Little village of about 60 inhabitants, including 48 adults, north of Melville Bay. Sumptuous scenery. On the other side of the fjord, the inlandsis is slowly flowing by a few glaciers, generous suppliers of icebergs which are protecting the village from swell. Good anchorage. Behind the houses, the mountain is home for hundreds of thousands of little auks, flying relentlessly to and fro across the sky. Naja and Mario are speaking good English, they welcome us at home. They are in charge of the school, which will open in three weeks for five children. Léonie and Aurore find new games there, among mattresses of an international team of geologists, who is renting the place for five days. They are working for an oil company, to map the region. Life could change very much if exploitation starts...

Mario tells us about walrus hunting, in spring. Naja offers earrings to Léonie, delighted. After muskox and coffee, our little family is taking her turn at the public bath, the only place with running water.

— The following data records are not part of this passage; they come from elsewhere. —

class PardisoFactor:
    """PARDISO's Cholesky of a symmetric positive definite matrix (its upper triangle).

    What :func:`factorize` returns for the "pardiso" back-end; :meth:`refactor`
    factorises another matrix of the same pattern reusing the analysis.
    """

    name = "pardiso"

    def __init__(self, K_upper: sp.spmatrix, refine: bool = True) -> None:
        import pypardiso

        self._refine = refine
        self._A, self._scale = _scaled(sp.csr_matrix(K_upper))
        self._A.sort_indices()
        solver = pypardiso.PyPardisoSolver(mtype=2)
        # pypardiso searches for the MKL runtime (a linker query and a
        # recursive glob of sys.prefix, 0.1-0.2 s) on every new solver unless
        # PYPARDISO_MKL_RT names it; the library is loaded now, so name it for
        # the solvers that follow.
        os.environ.setdefault("PYPARDISO_MKL_RT", solver.libmkl._name)
        iparm = {
            1: 1,  # use the values below, not MKL's defaults
            2: 2,  # nested-dissection ordering (METIS)
            # At most two steps of iterative refinement; none for the operator
            # of an iterative eigen solver (each step is another solve, and
            # Cholesky is backward stable; the eigenpairs are checked).
            8: 2 if refine else 0,
            10: 8,  # pivot perturbation 1e-8 (only used if a pivot is tiny)
            11: 0,  # no scaling (SPD)
            13: 0,  # no weighted matching (SPD)
            18: -1,  # report non-zeros in the factor
            21: 0,  # 1x1 diagonal pivoting (SPD)
            24: 0,  # classic parallel factorisation
            25: 0,  # sequential forward/backward solve is fine for few columns
            27: 0,  # no matrix checker (we build sorted CSR ourselves)
            35: 0,  # one-based indices (pypardiso shifts them)
            56: 1,  # keep the pivots for pardiso_getdiag (checked below)
        }
        for i, v in iparm.items():
            solver.set_iparm(i, v)
        self._solver = solver
        self._indices()
        try:
            solver.factorize(self._A)
        except pypardiso.pardiso_wrapper.PyPardisoError as exc:
            solver.free_memory(everything=True)
            # -4: zero pivot; for SPD matrices this is how PARDISO reports a
            # singular or indefinite matrix.
            raise SingularFactor(f"PARDISO: {exc}") from exc
        self._check_pivots(solver)
        # Matrix type 2 refuses non-positive pivots: positive definite.
        self.inertia: Inertia | None = Inertia(0, 0, self._A.shape[0])

    def _check_pivots(self, solver: Any) -> None:
        # A Cholesky factorisation of a singular matrix need not fail: round-off
        # leaves a tiny positive pivot.  Read the pivots back and judge them as
        # the SuperLU back-end does.
        import ctypes

        n = self._A.shape[0]
        pivots = np.zeros(n)
        diag = np.zeros(n)
        error = ctypes.c_int32(0)
        getdiag = solver.libmkl.pardiso_getdiag
        getdiag.restype = None
        getdiag(
            solver.pt.ctypes.data_as(ctypes.c_void_p),
            pivots.ctypes.data_as(ctypes.c_void_p),
            diag.ctypes.data_as(ctypes.c_void_p),
            ctypes.byref(ctypes.c_int32(1)),
            ctypes.byref(error),
        )
        if error.value != 0:
            return  # pivots unavailable: the caller's residual checks remain
        # Both arrays come in PARDISO's own (permuted) order, so each pivot is
        # judged against the diagonal of its own degree of freedom.
        small = np.flatnonzero(~(pivots > PIVOT_TOLERANCE * diag))
        if small.size:
            solver.free_memory(everything=True)
            # Pivots come in PARDISO's fill-reducing order, so their dofs are
            # not known here; the caller names the mechanism from its modes.
            raise SingularFactor(f"PARDISO: {small.size} zero pivots")

    def refactor(self, K_upper: sp.spmatrix) -> None:
        """Factorise a matrix of the first one's pattern: the numerical phase only.

        The ordering and symbolic factorisation are reused (a load path
        factorises tangents of one pattern many times).  Raises SingularFactor
        as the first factorisation does (the handle is then freed).
        """
        import pypardiso

        A, scale = _scaled(sp.csr_matrix(K_upper))
        A.sort_indices()
        solver = self._solver
        if not hasattr(solver, "_call_pardiso"):  # another pypardiso: analyse afresh
            solver.free_memory(everything=True)
            self.__init__(K_upper, self._refine)  # type: ignore[misc]
            return
        solver.set_phase(22)
        try:
            solver._call_pardiso(A, np.zeros((A.shape[0], 1)))
        except pypardiso.pardiso_wrapper.PyPardisoError as exc:
            solver.free_memory(everything=True)
            raise SingularFactor(f"PARDISO: {exc}") from exc
        # What pypardiso's own factorize records, so that its solve uses this factor.
        solver.factorized_A = A.copy()
        self._A, self._scale = A, scale
        self._indices()
        self._check_pivots(solver)

    def _indices(self) -> None:
        # PARDISO's one-based int32 indices of the matrix, made once (pypardiso
        # converts them on every call: 2 x nnz of int64 work per solve).
        self._ia = self._A.indptr.astype(np.int32) + 1
        self._ja = self._A.indices.astype(np.int32) + 1

    def solve_into(self, rhs: np.ndarray, out: np.ndarray) -> np.ndarray:
        """K⁻¹ rhs written into ``out``, both (m, k) float64 stored column by column.

        One call of PARDISO's solve phase on arrays the caller owns (and can
        use again for the next block): pypardiso's own call makes a zeroed
        array for the solution and then a row-major copy of it, that is two
        new arrays the size of the block per call (1000 right-hand sides of a
        100k-member model: 1.2 GB paged in and copied, 2-3 s of a 4-5 s
        solve).  ``out`` must not share memory with ``rhs``.
        """
        s = self._solver
        m = self._A.shape[0]
        for name, x in (("rhs", rhs), ("out", out)):
            if not (x.ndim == 2 and x.shape[0] == m and x.dtype == np.float64
                    and x.flags.f_contiguous):
                raise SolverError(f"PARDISO solve: {name} must be ({m}, k) float64 "
                                  f"column by column, not {x.shape} {x.dtype}")
        if rhs.shape != out.shape or np.shares_memory(rhs, out):
            raise SolverError("PARDISO solve: out must match rhs and not overlap it")
        direct = all(hasattr(s, a) for a in ("_mkl_pardiso", "pt", "_pt_type", "perm",
                                              "iparm", "mtype", "msglvl"))
        if not direct or s.iparm[5] != 0:  # another pypardiso: its own call
            out[...] = self.solve(rhs)
            return out
        if rhs.shape[1]:
            i32, f64 = ctypes.POINTER(ctypes.c_int32), ctypes.POINTER(ctypes.c_double)

            def ref(v: int) -> Any:
                return ctypes.byref(ctypes.c_int32(v))

            err = ctypes.c_int32(0)
            # The argument list of MKL's pardiso(), as pypardiso passes it,
            # with phase 33 (solve) on the stored factor.
            s._mkl_pardiso(s.pt.ctypes.data_as(ctypes.POINTER(s._pt_type[0])), ref(1), ref(1),
                           ref(s.mtype), ref(33), ref(m), self._A.data.ctypes.data_as(f64),
                           self._ia.ctypes.data_as(i32), self._ja.ctypes.data_as(i32),
                           s.perm.ctypes.data_as(i32), ref(rhs.shape[1]),
                           s.iparm.ctypes.data_as(i32), ref(s.msglvl),
                           rhs.ctypes.data_as(f64), out.ctypes.data_as(f64),
                           ctypes.byref(err))
            if err.value != 0:
                raise SolverError(f"PARDISO solve failed: error {err.value}")
        with np.errstate(over="ignore"):
            out /= self._scale
        return out

    def solve(self, rhs: np.ndarray) -> np.ndarray:
        """K⁻¹ rhs for one column or several."""
        import pypardiso

        b = np.asfortranarray(np.asarray(rhs, dtype=float))
        if b.shape[0] != self._A.shape[0]:
            raise SolverError(f"PARDISO solve: {b.shape[0]} rows for a matrix of "
                              f"{self._A.shape[0]}")
        try:
            # Phase 33 (solve) on the stored factor.  pypardiso's own solve
            # first compares the matrix entry by entry with the factorised one
            # (a quarter of a solve at 100k members); this factor's matrix is
            # private and never changes.
            self._solver.set_phase(33)
            x = np.asarray(self._solver._call_pardiso(self._A, b))
            with np.errstate(over="ignore"):
                if x is not b and x.flags.writeable and x.dtype == np.float64:
                    x /= self._scale  # PARDISO's own new array: no second copy
                    return x
                return x / self._scale
        except pypardiso.pardiso_wrapper.PyPardisoError as exc:
            raise SolverError(f"PARDISO solve failed: {exc}") from exc

    def __del__(self) -> None:
        try:
            self._solver.free_memory(everything=True)
        except Exception:
            pass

Since Upernavik, stops followed on, depending on weather, needs and wishes. On the very little Island of Kipako, we met again with the three birdwatchers. They explained how they can estimate variation of quantities of fishes and plankton, by studying chicks every year. After the guided tour, two of the scientists came to get fresh water on board. Vagabond then dropped anchor at Nuussuaq, then at Kullorsuaq, the two last villages of the West Coast which we could not reach last month because of late ice breaking up. At Savissivik, we enter Greenland's Great North district.


  • Upernavik

Overhaul for Vagabond, who is having some scars of the long fight against Melville Bay ices. Scientists and cameramen left yesterday for France, with less data and pictures than expected; young walruses and their mothers will keep part of the mystery on their communication mode. Bearded seals rutting melody was easier to record, as well as narwhal song. New pictures.

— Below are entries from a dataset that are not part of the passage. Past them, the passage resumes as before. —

"""spaceframe: analysis of three-dimensional pin-jointed frames.

Geometry from CAD drawings or meshes, sparse linear static analysis of every
load case and combination, stability diagnosis, and results for open viewers.

Results must be checked by a qualified engineer; local codes and licensed
practice govern any design.
"""

from __future__ import annotations

import importlib.abc
import importlib.machinery
import sys
from pathlib import Path as _Path
from types import ModuleType as _ModuleType

from spaceframe.analysis.buckling import BucklingResult, linear_buckling, linear_buckling_many
from spaceframe.analysis.nonlinear import LoadPath, solve_nonlinear
from spaceframe.analysis.stability import (
    Determinacy,
    check_stability,
    determinacy,
    solve_determinate,
)
from spaceframe.analysis.vibration import VibrationResult, natural_frequencies
from spaceframe.assembly import equilibrium_matrix, stiffness_matrix
from spaceframe.design import (
    Action,
    buckling_reduction,
    check_deflection,
    check_members,
    check_results,
    generate_combinations,
    size_groups,
)
from spaceframe.errors import (
    MechanismError,
    ModelError,
    ProjectError,
    ReadError,
    SolverError,
    SpaceframeError,
    SpaceframeWarning,
    WriteError,
)
from spaceframe.model import ANALYSES as _ANALYSES
from spaceframe.model import STANDARD_GRAVITY, LoadCase, Model
from spaceframe.results import CaseResult, Envelope, Results


class _SourceTreeIO(importlib.abc.MetaPathFinder):
    """Find ``spaceframe.io`` in the repository's top-level io/ folder.

    Installed, io/ is inside the package (pyproject's package-dir).  Run from a
    source checkout without installing it (``python -m pytest`` or ``python -m
    spaceframe`` from the repository root puts the root first on sys.path), the
    package is this folder and io/ sits beside it; this finder, consulted after
    every other, maps the one name there.
    """

    def __init__(self, root: _Path) -> None:
        self.root = str(root)

    def find_spec(
        self, fullname: str, path: object = None, target: _ModuleType | None = None
    ) -> importlib.machinery.ModuleSpec | None:
        if fullname != "spaceframe.io":
            return None
        return importlib.machinery.PathFinder.find_spec(fullname, [self.root])


_here = _Path(__file__).resolve().parent
if not (_here / "io").is_dir() and (_here.parent / "io" / "__init__.py").is_file():
    sys.meta_path.append(_SourceTreeIO(_here.parent))

__version__ = "0.2.0"

__all__ = [
    "STANDARD_GRAVITY",
    "Action",
    "BucklingResult",
    "CaseResult",
    "Determinacy",
    "Envelope",
    "LoadCase",
    "LoadPath",
    "MechanismError",
    "Model",
    "ModelError",
    "ProjectError",
    "ReadError",
    "Results",
    "SolverError",
    "SpaceframeError",
    "SpaceframeWarning",
    "VibrationResult",
    "WriteError",
    "__version__",
    "buckling_reduction",
    "check_deflection",
    "check_members",
    "check_results",
    "check_stability",
    "determinacy",
    "equilibrium_matrix",
    "generate_combinations",
    "linear_buckling",
    "linear_buckling_many",
    "natural_frequencies",
    "size_groups",
    "solve",
    "solve_determinate",
    "solve_nonlinear",
    "stiffness_matrix",
]


def solve(model: Model, solver: str = "auto") -> Results:
    """Analyse every load case and combination of ``model`` (what ``Model.solve`` runs).

    Linear statics with combinations by superposition; a model with
    tension-only members or pretension is solved load set by load set
    (:mod:`spaceframe.analysis.tension_only`), since superposition does not
    hold there.  ``solver``, the returned :class:`Results` and the errors
    raised are those of :meth:`Model.solve`.
    """
    from spaceframe.analysis.static import solve_static
    from spaceframe.analysis.tension_only import needs_load_sets, solve_tension_only

    if needs_load_sets(model):
        return solve_tension_only(model, solver=solver)
    return solve_static(model, solver=solver)


# Model.solve is late-bound through this registry: the Model imports no analysis.
_ANALYSES["default"] = solve


def __getattr__(name: str) -> object:
    # `spaceframe.io` pulls in file-format libraries only when first used.
    if name == "io":
        import importlib

        return importlib.import_module("spaceframe.io")
    raise AttributeError(f"module 'spaceframe' has no attribute {name!r}")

When arriving in Upernavik, July 12th, we saw the ship of Danemark's Queen, who we already met a year ago in Faroes. Very much expected in the village, she was suppose to come by plane, which had to turn back due to fog. Her boat, with VIP and journalists, started again without her!

Yesterday we met three colleagues of the little auk team, for who we worked in 2005 and 2010 on the East Coast of Greenland. They are about to spend two weeks on a little island to study guillemots and kittiwakes.

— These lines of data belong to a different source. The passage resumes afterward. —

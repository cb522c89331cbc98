"""Parameter studies: many variants of one model, in one process or on a Dask cluster.

A study is a base Model plus a table of variations.  Each variant is a pure
function of (base model, parameters) that returns one row of numbers, so a
task can run (and be retried) on any worker.  The base model is built once
(drawing read and healed once) and sent to every worker once; what travels
per task is the parameters of a few variants and their rows.

Parameters (keys of ``vary``), each with its list of values:

- ``section.<group>``: a section name (the model file's [sections] or the
  shipped circular hollow sections such as ``"CHS 168.3x8"``) for the group;
- ``case.<case>``: a factor on every load of the load case;
- ``combination.<combination>.<case>``: the case's factor in a combination;
- ``scale.<x|y|z>``: stretch the geometry along an axis about its lowest
  coordinate (e.g. the depth of a grid); self-weight follows, other loads
  stay as built;
- ``restraint.<node set>``: the translations held at those nodes, "xyz",
  "z", …, or "none".

Results must be checked by a qualified engineer.
"""

from __future__ import annotations

import copy
import hashlib
import itertools
import json
import logging
import math
import os
from collections.abc import Callable, Iterable, Mapping
from dataclasses import dataclass, field
from pathlib import Path
from typing import Any

import numpy as np

from spaceframe import memory
from spaceframe.errors import ModelError, SpaceframeError, one_line
from spaceframe.model import Model
from spaceframe.sections import Section

__all__ = ["StudyTable", "evaluate_variant", "run_study", "variants"]

_AXES = {"x": 0, "y": 1, "z": 2}
#: Columns of every row after the parameters.
SUMMARY_COLUMNS = (
    "mass_kg", "max_displacement_m", "max_tension_N", "max_compression_N",
    "max_utilisation", "passes", "error",
)


def variants(vary: Mapping[str, list[Any]], mode: str = "product") -> list[dict[str, Any]]:
    """Every variant of a table of variations.

    ``mode="product"`` takes every combination of values; ``"zip"`` takes the
    i-th value of every parameter (lists of equal length).

    Raises
    ------
    ModelError
        On an empty list, unequal lengths in zip mode or an unknown mode.
    """
    keys = list(vary)
    for k in keys:
        if not isinstance(vary[k], list | tuple) or not vary[k]:
            raise ModelError(f"study: vary.{k} must be a non-empty list of values")
    if mode == "product":
        return [dict(zip(keys, vals, strict=True))
                for vals in itertools.product(*(vary[k] for k in keys))]
    if mode == "zip":
        sizes = {len(vary[k]) for k in keys}
        if len(sizes) > 1:
            raise ModelError(
                "study: mode = 'zip' needs lists of one length, got "
                + ", ".join(f"{k}: {len(vary[k])}" for k in keys)
            )
        return [dict(zip(keys, vals, strict=True)) for vals in zip(*(vary[k] for k in keys),
                                                                      strict=True)]
    raise ModelError(f"study: mode = {mode!r} must be 'product' or 'zip'")


def variant_key(params: Mapping[str, Any]) -> str:
    """A stable short key of a variant's parameters (for resuming)."""
    text = json.dumps(params, sort_keys=True, default=str)
    return hashlib.sha256(text.encode()).hexdigest()[:16]


def _apply_section(model: Model, key: str, rest: str, value: Any,
                   sections: Mapping[str, Section]) -> None:
    if rest not in model.groups:
        raise ModelError(f"study: {key}: no member group {rest!r}")
    if value not in sections:
        raise ModelError(f"study: {key} = {value!r}: no section of that name")
    sec = sections[value]
    ids = model.groups[rest]
    if math.isfinite(sec.second_moment):
        model.set_member_properties(ids, area=sec.area, second_moment=sec.second_moment)
    else:
        model.set_member_properties(ids, area=sec.area)


def _apply_case(model: Model, key: str, rest: str, value: Any,
                sections: Mapping[str, Section]) -> None:
    if rest not in model.cases:
        raise ModelError(f"study: {key}: no load case {rest!r}")
    f = _factor(key, value)
    lc = model.cases[rest]
    for name in ("forces", "temperature", "initial_strain", "settlement"):
        setattr(lc, name, getattr(lc, name) * f)
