"""Project exceptions and warnings.

One root, :class:`SpaceframeError`; each leaf also inherits the builtin that
callers would naturally catch (``ValueError`` for bad input, ``LinAlgError``
for a frame that cannot carry load, ``OSError`` for files).
"""

from __future__ import annotations

import numpy as np

__all__ = [
    "MechanismError",
    "ModelError",
    "ProjectError",
    "ReadError",
    "SolverError",
    "SpaceframeError",
    "SpaceframeWarning",
]


class SpaceframeError(Exception):
    """Root of every exception raised on purpose by spaceframe."""


class ModelError(SpaceframeError, ValueError):
    """Bad input to the model: the message names the entity, index and value."""


class ReadError(SpaceframeError, OSError):
    """A file could not be read into a model: the message names the file."""

    def __init__(self, message: str) -> None:
        # OSError's constructor interprets a second positional argument as
        # errno; keep the plain one-argument form so str(err) is the message.
        super().__init__(message)

    def __str__(self) -> str:
        return str(self.args[0]) if self.args else ""


class WriteError(SpaceframeError, OSError):
    """An output file could not be written: the message names the file."""

    def __init__(self, message: str) -> None:
        super().__init__(message)  # one argument: see ReadError

    def __str__(self) -> str:
        return str(self.args[0]) if self.args else ""


class MechanismError(SpaceframeError, np.linalg.LinAlgError):
    """The frame cannot carry the load: a mechanism or rigid-body motion.

    Attributes
    ----------
    nodes : (k,) int
        Node ids involved in the mechanism (may be empty when unknown).
    directions : (k,) str
        For each node, the unrestrained direction ("x", "y", "z" or a
        description of a direction vector).
    """

    def __init__(
        self,
        message: str,
        nodes: np.ndarray | None = None,
        directions: list[str] | None = None,
    ) -> None:
        super().__init__(message)
        self.nodes = np.asarray(nodes if nodes is not None else [], dtype=np.int64)
        self.directions = list(directions or [])


class SolverError(SpaceframeError, RuntimeError):
    """A linear solver failed or returned an answer that did not check out."""


class ProjectError(SpaceframeError, ValueError):
    """Bad model file: the message names the file, the key path and the value."""


class SpaceframeWarning(UserWarning):
    """Warnings issued by spaceframe (e.g. a model in several parts)."""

News of Piem: he left Iceland this morning, heading for North-West Passage on board Eshamy, Jeffrey's sail boat. We met him in Murmansk two years ago. He was attempting the North-East Passage without permission, but he turned back because of ice and fog.

No more ice ahead of us now, up to Qaanaaq (Thule). Ices didn't hold last gale (July 9th and 10th), as shown by, among others, radar images sent by Brest team of CLS (collaboration on SIDARUS project). Our stop in Upernavik will be as short as possible, we are looking forward to see the other side of Melville Bay, and maybe, watch some walruses!